Anger.  American men, especially men of my father’s generation, are emotional cripples, and anger is about the only emotion that is acceptable for them to openly display.  American men are getting a little better in that department, but anger has too often been enshrined as a virtue.  For many years now, I have read and heard Christians (and even supposedly enlightened mystics) laud Jesus’ moment of anger in the temple, whipping the moneychangers out of the temple.  What those people always ignore, in my experience, is that his moment of violent anger (the only one we see in the New Testament) led directly to his death, as the high priest Caiaphas, who was getting rich from the temple coffers, led the effort to put Jesus to death, sparked by his performance in the temple, which impacted the temple’s cash flow.  Yet, I have seen so many people point to what was likely the lowest moment of Jesus’ life as his greatest triumph.  I have talked to people who have justified bombing places like Yugoslavia with Jesus’ moment of anger.  To me, his temple tantrum showed that even a Christ can have his bad days, while it has been used by Christians countless times to justify violence.  Christians are the most violent people of all time.  There are no contenders. 
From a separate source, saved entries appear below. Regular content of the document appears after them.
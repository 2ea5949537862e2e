"""Spreadsheet functions: thin wrappers over ``rootvar.core``, one per idea.

Each function converts its arguments through :mod:`rootvar.addin.cells` and
returns a number, a text, a column, or a table with a header row (which
spills in the spreadsheet).  It never raises into the host: any problem
comes back as one short text starting with ``[rootvar]``.

Under Windows with the xlwings add-in these are user-defined functions; the
same Python functions are what the headless engine (:mod:`rootvar.addin.engine`)
calls, so a workbook computes the same numbers with or without Excel.

Monte Carlo functions are deterministic (``seed`` defaults to
:data:`rootvar.core.DEFAULT_SEED`), keep their default work near a second
(:data:`MC_PATHS` paths and :data:`MC_STEPS` steps for a price, the step study
:data:`STUDY_PATHS` paths per cell of its grid), refuse more than
:data:`MAX_PATH_STEPS` path-steps in one call, and serve repeated identical
calls from an in-process cache.
"""

from __future__ import annotations

import contextlib
import contextvars
import functools
import inspect
import math
import traceback
from dataclasses import dataclass

import numpy as np
import xlwings as xw

from rootvar.addin.cells import (
    CellError,
    error_text,
    to_bool,
    to_choice,
    to_int,
    to_number,
    to_numbers,
    to_params,
    to_table,
    to_text_list,
    within,
)
from rootvar.core import (
    DEFAULT_PATHS,
    DEFAULT_SEED,
    DEFAULT_TOLERANCE_BP,
    DEFAULT_Z,
    MAX_Z,
    SCHEMES,
    FourierCheckError,
    InputError,
    __version__,
    cir_transition,
    cir_transition_shapes,
    compare_mc_fourier,
    euler_max_step,
    euler_negative_probability,
    euler_worst_case,
    feller_ratio,
    heston_implied_vol,
    heston_price,
    implied_vol_reason,
    mc_price,
    step_study,
    variance_report,
)

__all__ = ["MAX_PATH_STEPS", "MAX_SEED", "REGISTRY", "SheetFunction", "work_cap"]
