def heston_price(
    params, spot, strike, maturity, rate=0.0, div_yield=0.0, kind="call", method="auto"
):
    """European call or put price under the Heston model.

    Parameters
    ----------
    params : HestonParams
        Model parameters.
    spot : float
        Spot price, > 0.
    strike : array_like
        Strike(s), > 0; broadcast against ``maturity`` (a strip of strikes,
        a grid of maturities, or a whole surface as a 2-d array).
    maturity : array_like
        Time(s) to expiry in years, > 0.
    rate, div_yield : float
        Continuously compounded rate and dividend yield (decimals).
    kind : {"call", "put"}
    method : {"auto", "cos", "contour", "quad"}
        ``"auto"`` (default): per maturity, the contour route for at most
        ``CONTOUR_STRIKES`` strikes, COS for more.  ``"cos"`` and
        ``"contour"`` force one certified route (an option the contour
        cannot certify still goes to COS); ``"quad"`` is the slow adaptive
        check method sharing no pricing code with either.

    Returns
    -------
    float or ndarray
        Prices in the currency of ``spot``, inside the no-arbitrage bounds
        ``[max(DF (F - K), 0), DF F]`` for calls and ``[max(DF (K - F), 0), DF K]``
        for puts.

    Notes
    -----
    COS: with ``R = ln(S_T / S_0)`` truncated to ``[a, b]`` and
    ``omega_k = k pi / (b - a)``, the put is

    .. math:: P = e^{-rT} \\sum_{k=0}^{N-1}{}' \\mathrm{Re}\\big[\\varphi(\\omega_k)
              e^{-i\\omega_k a}\\big] V_k,

    ``V_k`` the cosine coefficients of ``K (1 - e^{x + R})^+``.  Calls come
    from put-call parity, which avoids the large-payoff truncation error of
    calls (Fang & Oosterlee 2008, sec. 5).  The range starts at
    ``c1 +- 12 sqrt(c2)`` from the first two cumulants (or the previous
    maturity's range); the end at fault is widened by half until doubling
    both ends' distance from ``c1`` changes no probed price (lowest,
    highest, nearest-the-money strike) by more than 1e-10 x spot and the
    tail mass past each end, times the largest strike beyond it, stays
    below that too; the strip is priced on that doubled range; ``N`` is set so the terms left
    out add at most 1e-11 x spot, from ``|V_k| <= 4 K (b - a) / (k pi)^2``
    and the decay of the characteristic function.

    Contour: with ``F`` the forward, ``k = ln(K/F)`` and ``psi`` the
    characteristic function of ``ln(S_T/F)``,

    .. math:: \\frac{C}{e^{-rT}F} = R(\\alpha) + \\frac{1}{\\pi}\\,\\mathrm{Re}
              \\int_0^\\infty \\frac{e^{-izk}\\,\\psi(z - i)}{-z(z - i)}\\,z'(v)\\,dv

    on a contour ``z(v)`` through ``-i alpha``, ``R`` the residues crossed;
    see :func:`rootvar.core.fourier.contour.contour_prices`.

    References
    ----------
    Fang, F. & Oosterlee, C. W. (2008). A novel pricing method for European
    options based on Fourier-cosine series expansions. SIAM J. Sci. Comput.
    31(2), 826-848.
    Albrecher, H., Mayer, P., Schoutens, W. & Tistaert, J. (2007). The little
    Heston trap. Wilmott Magazine, January 2007.
    Lewis, A. L. (2001). A simple option formula for general jump-diffusion
    and other exponential Lévy processes. Envision Financial Systems.
    Lord, R. & Kahl, C. (2007). Optimal Fourier inversion in semi-analytical
    option pricing. Journal of Computational Finance 10(4), 1-30.
    Andersen, L. B. G. & Lake, M. (2018). Robust high-precision option
    pricing by Fourier transforms: contour deformations and double-exponential
    quadrature. SSRN 3231626.
    """
    if method == "contour" or (method == "auto" and CONTOUR_STRIKES >= 1):
        if type(strike) is not np.ndarray:
            price = _one_by_contour(params, spot, strike, maturity, rate, div_yield, kind)
        elif type(maturity) is np.ndarray:
            price = _surface_by_contour(params, spot, strike, maturity, rate, div_yield, kind)
        else:
            price = _strip_by_contour(params, spot, strike, maturity, rate, div_yield, kind)
        if price is not None:
            return price
    details = heston_price_details(params, spot, strike, maturity, rate, div_yield, kind, method)
    return scalar_or_array(details.price)


#: Argument types the one-price path takes as they are (anything else goes through
#: the general validation).
_PLAIN = (float, int, np.float64)
#: Per thread: the one-price path's buffers (a strike, the kernel's rows).
_SCRATCH = threading.local()
#: True once this process has looked whether the contour kernel needs compiling
#: (the look costs a fifth of a further strike).
_CONTOUR_NOTICED = False


def _notice_contour():
    """:func:`rootvar.core.runtime.notice_if_cold` for the contour kernel, once."""
    global _CONTOUR_NOTICED
    if not _CONTOUR_NOTICED:
        notice_if_cold(contour_cells)
        _CONTOUR_NOTICED = True


def _plain_market(params, spot, maturity, rate, div_yield, kind):
    """The market arguments as floats when they are plain valid numbers, else None."""
    for x in (spot, maturity, rate, div_yield):
        if type(x) not in _PLAIN:
            return None
    spot, maturity, rate, div_yield = float(spot), float(maturity), float(rate), float(div_yield)
    if not (
        math.isfinite(spot + maturity + rate + div_yield)
        and spot > 0.0
        and maturity > 0.0
        and type(params) is HestonParams
        and (kind == "call" or kind == "put")
    ):
        return None
    return spot, maturity, rate, div_yield


def _strip_by_contour(params, spot, strike, maturity, rate, div_yield, kind):
    """A strip of strikes (1-d float array, at most ``CONTOUR_STRIKES``) at one maturity
    by the contour route, with the validation cut to what that takes, or None.

    The same kernel call and bounds as :func:`heston_price_details`, for a
    spreadsheet cell (its strikes come as an array) or a check's strip.  None
    when an argument is not of that form or breaks its rule, or when a strike
    is not certified: the general path then says which or hands it over.
    """
    market = _plain_market(params, spot, maturity, rate, div_yield, kind)
    if market is None or strike.dtype != np.float64 or strike.ndim != 1:
        return None
    n = strike.size
    if not 0 < n <= CONTOUR_STRIKES or not (strike.min() > 0.0 and math.isfinite(strike.sum())):
        return None
    spot, maturity, rate, div_yield = market
    if not _CONTOUR_NOTICED:
        _notice_contour()
    put = kind == "put"
    strike = np.ascontiguousarray(strike)
    table = strip_table(params, spot, strike, maturity, rate, div_yield, put)
    if np.any(table[5, :n] != CERTIFIED):
        return None
    times = np.full(n, maturity)  # as the general path holds them
    return _inside_bounds(table[0, :n], spot, strike, times, rate, div_yield, put)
Envy.  At this stage in America’s journey, it does not envy anybody else much of anything.  What it wanted, it took long ago.  We are the kings of the global hill.  The people who run this nation knew that a long time ago.  Well before World War II was over, the American government knew it would emerge with unprecedented global power.  Declassified documents display the mindset of those who ran the American government back then.  One of America’s leading diplomats, George Kennan, who was a Soviet Union expert, and was considered the leading dove on the issue of foreign policy, authored Policy Planning Study 23 for the U.S. State Department in 1948.  In it, Kennan wrote things that are now infamous in foreign-relations circles.  It was a top-secret document long ago, and Kennan was writing it to his own people.  He admitted that in the wake of World War II, we had only 6% of the world’s population, but half of its wealth, and such a situation would invite “envy and resentment” from the rest of the world.  Kennan admitted that the U.S. foreign policy goal should be to “maintain this position of disparity.”  In order to keep that “disparity,” Kennan recommended that we “dispense with all sentimentality and daydreaming; and our attention will have to be concentrated on our immediate national objectives.”  Kennan recommended that talk about “unreal objectives such as human rights, the raising of living standards, and democratization” be stopped, because the “day is not far off when we are going to have to deal with straight power concepts.  The less we are then hampered by idealistic slogans, the better.” 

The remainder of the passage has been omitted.